- **What you will do**: Copy each line of the entries below that contains the string "collect".

- **Provided data**:

== == ==

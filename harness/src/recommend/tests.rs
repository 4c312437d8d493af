//! Tests of the recommendation rule on constructed rankings (values worked by hand from the
//! rule in the module documentation) and of its bootstrap on constructed results files.

use serde_json::{Map, Value, json};
use statrs::distribution::{ContinuousCDF, Normal};

use super::*;
use crate::plot::testkit;
use crate::results::{RunRecord, SCHEMA};
use crate::sampler::{RunOutput, RunStatus};
use crate::scores::CellScores;
use crate::table::{self, FLAG_FAILED_RUNS};

fn settings(scale: f64) -> Map<String, Value> {
    let mut s = Map::new();
    s.insert("proposal_scale".into(), json!(scale));
    s
}

/// A ranked row of the cell `proposal_scale = scale` on `target` with metric `value`.
fn row(target: &str, scale: f64, value: Option<f64>, flags: &[&'static str]) -> Row {
    let mut scores = CellScores::empty();
    scores.replicates_ok = 16;
    if flags.contains(&FLAG_BIASED) {
        scores.bias_p = Some(1e-6);
        scores.bias_share = Some(0.5);
    }
    if flags.contains(&FLAG_FAILED_RUNS) {
        scores.replicates_failed = 2;
        scores.replicates_ok = 14;
    }
    if flags.contains(&FLAG_TOO_FEW) {
        scores.replicates_ok = 1;
    }
    Row {
        target: target.into(),
        settings: settings(scale),
        rank: 0,
        flags: flags.to_vec(),
        scores,
        metric_value: value,
        interval: None,
        eliminated: None,
        sweep: None,
    }
}

fn ranking(metric: Metric, rows: Vec<Row>) -> Ranking {
    Ranking {
        scored: Vec::new(),
        metric,
        rows,
        raced: false,
    }
}

fn targets() -> Vec<String> {
    vec!["a".to_string(), "b".to_string()]
}

fn scale_of(c: &Candidate) -> f64 {
    c.settings["proposal_scale"].as_f64().unwrap()
}

#[test]
fn a_cell_ten_times_worse_on_one_target_loses_the_worst_case_but_wins_the_mean() {
    // ess_per_second (higher is better). Worked by hand:
    //   cell 1: a 100, b 10  -> relative (1, 0.1):   worst 0.1,  geometric sqrt(0.1)  = 0.316
    //   cell 2: a 20,  b 40  -> relative (0.2, 0.4): worst 0.2,  geometric sqrt(0.08) = 0.283
    //   cell 3: a 1,   b 100 -> relative (0.01, 1):  worst 0.01, geometric 0.1
    let rows = vec![
        row("a", 1.0, Some(100.0), &[]),
        row("a", 2.0, Some(20.0), &[]),
        row("a", 3.0, Some(1.0), &[]),
        row("b", 1.0, Some(10.0), &[]),
        row("b", 2.0, Some(40.0), &[]),
        row("b", 3.0, Some(100.0), &[]),
    ];
    let r = ranking(Metric::EssPerSecond, rows);
    let worst = select(&targets(), &r, RecommendBy::Worst);
    let best = worst.recommended().unwrap();
    assert_eq!(scale_of(best), 2.0);
    assert!((best.aggregate - 0.2).abs() < 1e-15);
    assert_eq!(scale_of(worst.runner_up().unwrap()), 1.0);
    assert_eq!(worst.eligible.len(), 3);
    assert!(worst.excluded.is_empty());
    let geo = select(&targets(), &r, RecommendBy::GeometricMean);
    let best = geo.recommended().unwrap();
    assert_eq!(scale_of(best), 1.0);
    assert!((best.aggregate - 0.1f64.sqrt()).abs() < 1e-12);
    assert_eq!(best.targets[1].relative, 0.1);
    // The normaliser of each target is its best valid cell.
    assert_eq!(geo.normaliser("a").unwrap().value, 100.0);
    assert_eq!(geo.normaliser("b").unwrap().settings, settings(3.0));
}

#[test]
fn a_cell_biased_on_one_target_is_never_recommended() {
    // Cell 1 is best on both targets but biased on b; it is excluded under either rule, and
    // it does not serve as b's normaliser (cell 2's 50 does: relative 1 there).
    let rows = vec![
        row("a", 1.0, Some(100.0), &[]),
        row("a", 2.0, Some(50.0), &[]),
        row("b", 1.0, Some(100.0), &[FLAG_BIASED]),
        row("b", 2.0, Some(50.0), &[]),
    ];
    let r = ranking(Metric::EssPerSecond, rows);
    for by in [RecommendBy::Worst, RecommendBy::GeometricMean] {
        let rec = select(&targets(), &r, by);
        assert_eq!(rec.eligible.len(), 1);
        assert_eq!(scale_of(rec.recommended().unwrap()), 2.0);
        assert!(rec.runner_up().is_none());
        assert_eq!(rec.recommended().unwrap().targets[1].relative, 1.0);
        assert_eq!(rec.excluded.len(), 1);
        assert_eq!(
            rec.excluded[0].ruled_out,
            vec![(
                "b".to_string(),
                vec![Exclusion::Biased {
                    bias_p: Some(1e-6),
                    bias_share: Some(0.5)
                }]
            )]
        );
    }
}

#[test]
fn with_no_eligible_cell_every_cell_says_which_target_rules_it_out() {
    let rows = vec![
        row("a", 1.0, Some(100.0), &[FLAG_BIASED]),
        row("b", 1.0, Some(100.0), &[FLAG_FAILED_RUNS]),
        row("a", 2.0, Some(50.0), &[]),
        row("b", 2.0, None, &[FLAG_TOO_FEW]),
        row("a", 3.0, None, &[]),
        // cell 3 has no runs on b at all
    ];
    let r = ranking(Metric::EssPerSecond, rows);
    let rec = select(&targets(), &r, RecommendBy::Worst);
    assert!(rec.recommended().is_none());
    assert!(rec.comparison.is_none());
    assert_eq!(rec.cells, 3);
    let find = |s: f64| {
        rec.excluded
            .iter()
            .find(|e| e.settings == settings(s))
            .unwrap()
            .ruled_out
            .clone()
    };
    assert_eq!(
        find(1.0),
        vec![
            (
                "a".to_string(),
                vec![Exclusion::Biased {
                    bias_p: Some(1e-6),
                    bias_share: Some(0.5)
                }]
            ),
            (
                "b".to_string(),
                vec![Exclusion::FailedRuns {
                    failed: 2,
                    total: 16
                }]
            )
        ]
    );
    assert_eq!(
        find(2.0),
        vec![("b".to_string(), vec![Exclusion::TooFewRuns { ok: 1 }])]
    );
    assert_eq!(
        find(3.0),
        vec![
            ("a".to_string(), vec![Exclusion::NoValue]),
            ("b".to_string(), vec![Exclusion::NoRuns])
        ]
    );
    // Fewest ruling targets first.
    assert_eq!(rec.excluded[0].settings, settings(2.0));
    let md = render::markdown(&testkit::one_axis_study(), &rec, 2);
    assert!(md.contains("No cell is eligible"), "{md}");
    assert!(md.contains("b (too few finished runs (1))"), "{md}");
}

#[test]
fn lower_is_better_metrics_are_inverted() {
    // rmse_mean: relative efficiency = best / value. Worked by hand:
    //   cell 1: a 0.1, b 0.4 -> (1, 0.25):  worst 0.25
    //   cell 2: a 0.2, b 0.2 -> (0.5, 0.5): worst 0.5
    //   cell 3: a 0.8, b 0.1 -> (0.125, 1): worst 0.125
    let rows = vec![
        row("a", 1.0, Some(0.1), &[]),
        row("a", 2.0, Some(0.2), &[]),
        row("a", 3.0, Some(0.8), &[]),
        row("b", 1.0, Some(0.4), &[]),
        row("b", 2.0, Some(0.2), &[]),
        row("b", 3.0, Some(0.1), &[]),
    ];
    let rec = select(
        &targets(),
        &ranking(Metric::RmseMean, rows),
        RecommendBy::Worst,
    );
    let best = rec.recommended().unwrap();
    assert_eq!(scale_of(best), 2.0);
    assert_eq!(best.targets[0].relative, 0.5);
    assert_eq!(best.aggregate, 0.5);
    assert_eq!(rec.normaliser("a").unwrap().value, 0.1);
    assert_eq!(rec.eligible[2].aggregate, 0.125);
    // The pure function, edge cases included.
    assert_eq!(relative_efficiency(0.2, 0.1, false), 0.5);
    assert_eq!(relative_efficiency(5.0, 10.0, true), 0.5);
    assert_eq!(relative_efficiency(0.0, 0.0, false), 1.0);
    assert_eq!(relative_efficiency(f64::INFINITY, f64::INFINITY, true), 1.0);
    assert_eq!(relative_efficiency(3.0, f64::INFINITY, true), 0.0);
    assert_eq!(relative_efficiency(f64::INFINITY, 1.0, false), 0.0);
    assert_eq!(relative_efficiency(f64::NAN, 1.0, true), 0.0);
    assert_eq!(
        relative_efficiencies(&[0.2, 0.4], &[0.1, 0.1], false),
        vec![0.5, 0.25]
    );
    assert_eq!(aggregate(RecommendBy::Worst, &[]), None);
    assert_eq!(
        aggregate(RecommendBy::GeometricMean, &[0.0, 1.0]),
        Some(0.0)
    );
    assert_eq!(best_value([1.0, f64::NAN, 3.0], true), Some(3.0));
    assert_eq!(best_value([1.0, f64::NAN, 3.0], false), Some(1.0));
}

#[test]
fn ties_are_broken_by_the_other_rule_then_by_the_cell_key() {
    // Cells 1 and 2 tie under worst (0.5) and differ in the geometric mean:
    //   cell 1: (1, 0.5) geometric 0.707; cell 2: (0.5, 0.5) geometric 0.5;
    //   cell 3: a 10, b 100 -> (0.1, 1).
    let rows = vec![
        row("a", 2.0, Some(50.0), &[]),
        row("a", 1.0, Some(100.0), &[]),
        row("a", 3.0, Some(10.0), &[]),
        row("b", 2.0, Some(50.0), &[]),
        row("b", 1.0, Some(50.0), &[]),
        row("b", 3.0, Some(100.0), &[]),
    ];
    let rec = select(
        &targets(),
        &ranking(Metric::EssPerSecond, rows),
        RecommendBy::Worst,
    );
    assert_eq!(scale_of(rec.recommended().unwrap()), 1.0);
    assert_eq!(scale_of(rec.runner_up().unwrap()), 2.0);
    // Identical cells: the smaller key wins, whatever the order of the rows.
    let mut rows = vec![
        row("a", 2.0, Some(50.0), &[]),
        row("a", 1.5, Some(50.0), &[]),
        row("b", 2.0, Some(50.0), &[]),
        row("b", 1.5, Some(50.0), &[]),
    ];
    for _ in 0..2 {
        let rec = select(
            &targets(),
            &ranking(Metric::EssPerSecond, rows.clone()),
            RecommendBy::GeometricMean,
        );
        assert_eq!(scale_of(rec.recommended().unwrap()), 1.5);
        rows.reverse();
    }
}

/// A results file of two 2-d standard Gaussian targets and cells `proposal_scale = s` for each
/// (s, error sd) in `cells`, 32 replicates each. Every coordinate's errors are the 32 normal
/// quantiles (i + 0.5) / 32 of N(0, sd^2), in a different order per coordinate, target and cell,
/// so the estimates are unbiased, the rmse is sd up to the quantiles' own spread, and no
/// random numbers are drawn.
fn gaussian_study(cells: &[(f64, f64)]) -> Results {
    let n = 32u64;
    let z = Normal::new(0.0, 1.0).unwrap();
    let q: Vec<f64> = (0..n)
        .map(|i| z.inverse_cdf((i as f64 + 0.5) / n as f64))
        .collect();
    let grid = vec![(
        "proposal_scale".to_string(),
        cells.iter().map(|(s, _)| json!(s)).collect(),
    )];
    let ts = vec![testkit::target("t1", 2, 0.0), testkit::target("t2", 2, 0.0)];
    let mut header = testkit::header("pair", n, grid, ts.clone());
    header.schema = SCHEMA.into();
    let mut runs = Vec::new();
    for (ti, t) in ts.iter().enumerate() {
        for &(s, sd) in cells {
            for rep in 0..n {
                // Multipliers coprime with 32 give permutations of 0..32.
                let mean = (0..2u64)
                    .map(|k| sd * q[((rep * (2 * k + 3 + 2 * ti as u64) + k) % n) as usize])
                    .collect();
                runs.push(RunRecord {
                    target: t.label.clone(),
                    settings: settings(s),
                    replicate: rep,
                    seed: rep,
                    output: RunOutput {
                        status: RunStatus::Ok,
                        error: None,
                        mean: Some(mean),
                        covariance: None,
                        log_evidence: None,
                        kish_ess: Some(100.0),
                        resamples: 1,
                        evaluations: 100,
                        seconds: 0.01,
                        trace: Vec::new(),
                    },
                });
            }
        }
    }
    Results {
        path: "pair.jsonl".into(),
        header,
        runs,
        eliminations: Vec::new(),
        torn_tail: false,
    }
}

#[test]
fn bootstrap_separates_a_tenfold_gap_and_not_identical_cells() {
    // A tenfold gap in rmse_mean. Cell 0.5's errors are exactly 10 times smaller than cell
    // 1.0's, on both targets, so the ratio of the worst relative efficiencies is 10. Each rmse
    // rests on 64 squared normal errors: its relative standard error is about 1 / sqrt(2 * 64)
    // = 0.088 (delta method on a chi-square with 64 df, any statistics textbook), the log of
    // the ratio of two independent ones about 0.125; 4.5 of those is a factor 1.75, so the
    // interval lies within [10 / 1.75, 10 * 1.75] and far above 1.
    let r = gaussian_study(&[(0.5, 0.01), (1.0, 0.1)]);
    let ranking = table::rank(&r, Metric::RmseMean);
    let rec = recommend(&r, &ranking, RecommendBy::Worst);
    assert_eq!(scale_of(rec.recommended().unwrap()), 0.5);
    let c = rec.comparison.clone().unwrap();
    assert!((c.ratio - 10.0).abs() < 1e-9, "{}", c.ratio);
    let (lo, hi) = c.interval.unwrap();
    assert!(lo > 10.0 / 1.75 && hi < 10.0 * 1.75, "[{lo}, {hi}]");
    assert!(c.distinguishable());
    // Reproducible: the seed is fixed by the study.
    assert_eq!(recommend(&r, &ranking, RecommendBy::Worst), rec);

    // Identical records under two settings. The two cells are resampled independently from the
    // same empirical distribution, so the ratio and its inverse have the same bootstrap law
    // (exchangeability): its median is 1 and the 2.5 % and 97.5 % quantiles straddle 1.
    let r = gaussian_study(&[(0.5, 0.1), (1.0, 0.1)]);
    for by in [RecommendBy::Worst, RecommendBy::GeometricMean] {
        let rec = recommend(&r, &table::rank(&r, Metric::RmseMean), by);
        assert_eq!(scale_of(rec.recommended().unwrap()), 0.5, "the smaller key");
        let c = rec.comparison.clone().unwrap();
        assert_eq!(c.ratio, 1.0);
        let (lo, hi) = c.interval.unwrap();
        assert!(lo < 1.0 && 1.0 < hi, "[{lo}, {hi}]");
        assert!(!c.distinguishable());
        let md = render::markdown(&r, &rec, 2);
        assert!(
            md.contains("not distinguishable at these replicate counts"),
            "{md}"
        );
        let j = render::json(&rec);
        assert_eq!(j["comparison"]["distinguishable"], json!(false));
        assert_eq!(j["by"], json!(by.name()));
    }
}

#[test]
fn a_long_list_of_ruled_out_cells_is_capped() {
    let rows: Vec<Row> = (0..25)
        .map(|i| row("a", i as f64, Some(1.0), &[FLAG_BIASED]))
        .collect();
    let rec = select(
        &["a".to_string()],
        &ranking(Metric::EssPerSecond, rows),
        RecommendBy::Worst,
    );
    let md = render::markdown(&testkit::one_axis_study(), &rec, 2);
    assert!(md.contains("… and 5 more cells"), "{md}");
    assert_eq!(render::json(&rec)["excluded"].as_array().unwrap().len(), 25);
}

#[test]
fn rule_names_parse_back() {
    for (n, by) in RecommendBy::ALL {
        assert_eq!(RecommendBy::parse(n), Some(*by));
        assert_eq!(by.name(), *n);
    }
    assert_eq!(RecommendBy::parse("mean"), None);
    assert_eq!(DEFAULT_RECOMMEND_BY, RecommendBy::Worst);
}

== == ==

- **Answer space**:
        .collect();
        cells.iter().map(|(s, _)| json!(s)).collect(),
                    .collect();
        .collect();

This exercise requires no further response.